What to do: Please output the full listing, character for character.
Start of Supplied data
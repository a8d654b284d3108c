import tailwindcss from '@tailwindcss/vite';
import react from '@vitejs/plugin-react';
import { readdirSync, readFileSync, writeFileSync } from 'node:fs';
import { join } from 'node:path';
import { fileURLToPath } from 'node:url';
import { brotliCompressSync, constants, gzipSync } from 'node:zlib';
import { defineConfig, type Plugin } from 'vite';
import { paths } from './apps/web/src/config/paths.ts';

/** Writes .br and .gz beside every built script, style sheet and SVG, so the API serves them without compressing per request. */
export function precompress(): Plugin {
  let outDir = '';
  return {
    name: 'rodewise-precompress',
    apply: 'build',
    configResolved(config) {
      outDir = config.build.outDir;
    },
    closeBundle() {
      const dir = join(outDir, 'assets');
      for (const name of readdirSync(dir)) {
        if (!/\.(js|css|svg|json)$/.test(name)) continue;
        const body = readFileSync(join(dir, name));
        if (body.length < 1024) continue;
        writeFileSync(
          join(dir, `${name}.br`),
          brotliCompressSync(body, { params: { [constants.BROTLI_PARAM_QUALITY]: 11 } }),
        );
        writeFileSync(join(dir, `${name}.gz`), gzipSync(body, { level: 9 }));
      }
    },
  };
}

/**
 * Writes route-chunks.json into the build: for each screen's path pattern, the script files its first render needs
 * beyond the entry (its lazy chunk and that chunk's static imports). The API adds them to the page as
 * modulepreload links, so they download beside the entry instead of after it. Patterns are listed static ones
 * first, so '/knowledge/new' is found before '/knowledge/:postId'.
 */
export function routePreloads(): Plugin {
  const routerFile = fileURLToPath(new URL('./apps/web/src/app/router.tsx', import.meta.url));
  return {
    name: 'rodewise-route-preloads',
    apply: 'build',
    generateBundle(_options, bundle) {
      const chunks = new Map(
        Object.values(bundle).flatMap((c) =>
          c.type === 'chunk' ? [[c.fileName, c] as const] : [],
        ),
      );
      const closure = (file: string, seen = new Set<string>()) => {
        const chunk = chunks.get(file);
        if (!chunk || seen.has(file)) return seen;
        seen.add(file);
        for (const imported of chunk.imports) closure(imported, seen);
        return seen;
      };
      const entry = [...chunks.values()].find((c) => c.isEntry);
      const inEntry = entry ? closure(entry.fileName) : new Set<string>();
      const screenFiles = new Map<string, string[]>();
      for (const chunk of chunks.values()) {
        const screen = chunk.facadeModuleId?.match(/\/src\/app\/routes\/([\w-]+)\.tsx$/)?.[1];
        if (screen && chunk.isDynamicEntry)
          screenFiles.set(
            screen,
            [...closure(chunk.fileName)].filter((f) => !inEntry.has(f)),
          );
      }
      // router.tsx pairs each path with its screen: `path: paths.x.path` (or `index: true`) then `import('./routes/y')`.
      const routes: Array<{ pattern: string; files: string[] }> = [];
      const source = readFileSync(routerFile, 'utf8');
      for (const m of source.matchAll(
        /\{\s*(index: true|path: paths\.(\w+)\.path)[\s\S]*?import\('\.\/routes\/([\w-]+)'\)/g,
      )) {
        const pattern = m[1] === 'index: true' ? '/' : paths[m[2] as keyof typeof paths]?.path;
        const files = screenFiles.get(m[3] ?? '');
        if (pattern && files) routes.push({ pattern, files: files.map((f) => `/${f}`) });
      }
      routes.sort((a, b) => Number(a.pattern.includes(':')) - Number(b.pattern.includes(':')));
      this.emitFile({
        type: 'asset',
        fileName: 'route-chunks.json',
        source: JSON.stringify(routes),
      });
    },
  };
}

/**
 * Adds `<link rel="preload" as="font">` for the faces the first screen sets its text in (regular and bold upright),
 * so they arrive with the first scripts and text does not reflow when they swap in (layout shift). Italic is
 * left to load on use.
 */
export function fontPreloads(): Plugin {
  return {
    name: 'rodewise-font-preloads',
    apply: 'build',
    transformIndexHtml: {
      order: 'post',
      handler(_html, ctx) {
        const fonts = Object.keys(ctx.bundle ?? {})
          .filter((f) => /merriweather-sans-latin-(400|700)-normal-[\w-]+\.woff2$/.test(f))
          .sort();
        return fonts.map((f) => ({
          tag: 'link',
          attrs: { rel: 'preload', as: 'font', type: 'font/woff2', href: `/${f}`, crossorigin: '' },
          injectTo: 'head' as const,
        }));
      },
    },
  };
}

const apiPort = process.env.API_PORT ?? '4310';

// Vite serves apps/web; in dev /api and /uploads go to the API; the build lands in dist/web, which the API serves.
export default defineConfig({
  root: fileURLToPath(new URL('./apps/web', import.meta.url)),
  publicDir: fileURLToPath(new URL('./apps/web/public', import.meta.url)),
  plugins: [react(), tailwindcss(), precompress(), routePreloads(), fontPreloads()],
  // `@/…` is apps/web/src (the same mapping as apps/web/tsconfig.json's paths).
  resolve: { alias: { '@': fileURLToPath(new URL('./apps/web/src', import.meta.url)) } },
  server: {
    port: 5173,
    proxy: {
      '/api': `http://127.0.0.1:${apiPort}`,
      '/uploads': `http://127.0.0.1:${apiPort}`,
    },
  },
  build: {
    outDir: fileURLToPath(new URL('./dist/web', import.meta.url)),
    emptyOutDir: true,
    sourcemap: false,
  },
});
End of Supplied data
Solution for this problem:
repository a8d654b284d3108c
import tailwindcss from '@tailwindcss/vite';
import react from '@vitejs/plugin-react';
import { readdirSync, readFileSync, writeFileSync } from 'node:fs';
import { join } from 'node:path';
import { fileURLToPath } from 'node:url';
import { brotliCompressSync, constants, gzipSync } from 'node:zlib';
import { defineConfig, type Plugin } from 'vite';
import { paths } from './apps/web/src/config/paths.ts';

/** Writes .br and .gz beside every built script, style sheet and SVG, so the API serves them without compressing per request. */
export function precompress(): Plugin {
  let outDir = '';
  return {
    name: 'rodewise-precompress',
    apply: 'build',
    configResolved(config) {
      outDir = config.build.outDir;
    },
    closeBundle() {
      const dir = join(outDir, 'assets');
      for (const name of readdirSync(dir)) {
        if (!/\.(js|css|svg|json)$/.test(name)) continue;
        const body = readFileSync(join(dir, name));
        if (body.length < 1024) continue;
        writeFileSync(
          join(dir, `${name}.br`),
          brotliCompressSync(body, { params: { [constants.BROTLI_PARAM_QUALITY]: 11 } }),
        );
        writeFileSync(join(dir, `${name}.gz`), gzipSync(body, { level: 9 }));
      }
    },
  };
}

/**
 * Writes route-chunks.json into the build: for each screen's path pattern, the script files its first render needs
 * beyond the entry (its lazy chunk and that chunk's static imports). The API adds them to the page as
 * modulepreload links, so they download beside the entry instead of after it. Patterns are listed static ones
 * first, so '/knowledge/new' is found before '/knowledge/:postId'.
 */
export function routePreloads(): Plugin {
  const routerFile = fileURLToPath(new URL('./apps/web/src/app/router.tsx', import.meta.url));
  return {
    name: 'rodewise-route-preloads',
    apply: 'build',
    generateBundle(_options, bundle) {
      const chunks = new Map(
        Object.values(bundle).flatMap((c) =>
          c.type === 'chunk' ? [[c.fileName, c] as const] : [],
        ),
      );
      const closure = (file: string, seen = new Set<string>()) => {
        const chunk = chunks.get(file);
        if (!chunk || seen.has(file)) return seen;
        seen.add(file);
        for (const imported of chunk.imports) closure(imported, seen);
        return seen;
      };
      const entry = [...chunks.values()].find((c) => c.isEntry);
      const inEntry = entry ? closure(entry.fileName) : new Set<string>();
      const screenFiles = new Map<string, string[]>();
      for (const chunk of chunks.values()) {
        const screen = chunk.facadeModuleId?.match(/\/src\/app\/routes\/([\w-]+)\.tsx$/)?.[1];
        if (screen && chunk.isDynamicEntry)
          screenFiles.set(
            screen,
            [...closure(chunk.fileName)].filter((f) => !inEntry.has(f)),
          );
      }
      // router.tsx pairs each path with its screen: `path: paths.x.path` (or `index: true`) then `import('./routes/y')`.
      const routes: Array<{ pattern: string; files: string[] }> = [];
      const source = readFileSync(routerFile, 'utf8');
      for (const m of source.matchAll(
        /\{\s*(index: true|path: paths\.(\w+)\.path)[\s\S]*?import\('\.\/routes\/([\w-]+)'\)/g,
      )) {
        const pattern = m[1] === 'index: true' ? '/' : paths[m[2] as keyof typeof paths]?.path;
        const files = screenFiles.get(m[3] ?? '');
        if (pattern && files) routes.push({ pattern, files: files.map((f) => `/${f}`) });
      }
      routes.sort((a, b) => Number(a.pattern.includes(':')) - Number(b.pattern.includes(':')));
      this.emitFile({
        type: 'asset',
        fileName: 'route-chunks.json',
        source: JSON.stringify(routes),
      });
    },
  };
}

/**
 * Adds `<link rel="preload" as="font">` for the faces the first screen sets its text in (regular and bold upright),
 * so they arrive with the first scripts and text does not reflow when they swap in (layout shift). Italic is
 * left to load on use.
 */
export function fontPreloads(): Plugin {
  return {
    name: 'rodewise-font-preloads',
    apply: 'build',
    transformIndexHtml: {
      order: 'post',
      handler(_html, ctx) {
        const fonts = Object.keys(ctx.bundle ?? {})
          .filter((f) => /merriweather-sans-latin-(400|700)-normal-[\w-]+\.woff2$/.test(f))
          .sort();
        return fonts.map((f) => ({
          tag: 'link',
          attrs: { rel: 'preload', as: 'font', type: 'font/woff2', href: `/${f}`, crossorigin: '' },
          injectTo: 'head' as const,
        }));
      },
    },
  };
}

const apiPort = process.env.API_PORT ?? '4310';

// Vite serves apps/web; in dev /api and /uploads go to the API; the build lands in dist/web, which the API serves.
export default defineConfig({
  root: fileURLToPath(new URL('./apps/web', import.meta.url)),
  publicDir: fileURLToPath(new URL('./apps/web/public', import.meta.url)),
  plugins: [react(), tailwindcss(), precompress(), routePreloads(), fontPreloads()],
  // `@/…` is apps/web/src (the same mapping as apps/web/tsconfig.json's paths).
  resolve: { alias: { '@': fileURLToPath(new URL('./apps/web/src', import.meta.url)) } },
  server: {
    port: 5173,
    proxy: {
      '/api': `http://127.0.0.1:${apiPort}`,
      '/uploads': `http://127.0.0.1:${apiPort}`,
    },
  },
  build: {
    outDir: fileURLToPath(new URL('./dist/web', import.meta.url)),
    emptyOutDir: true,
    sourcemap: false,
  },
});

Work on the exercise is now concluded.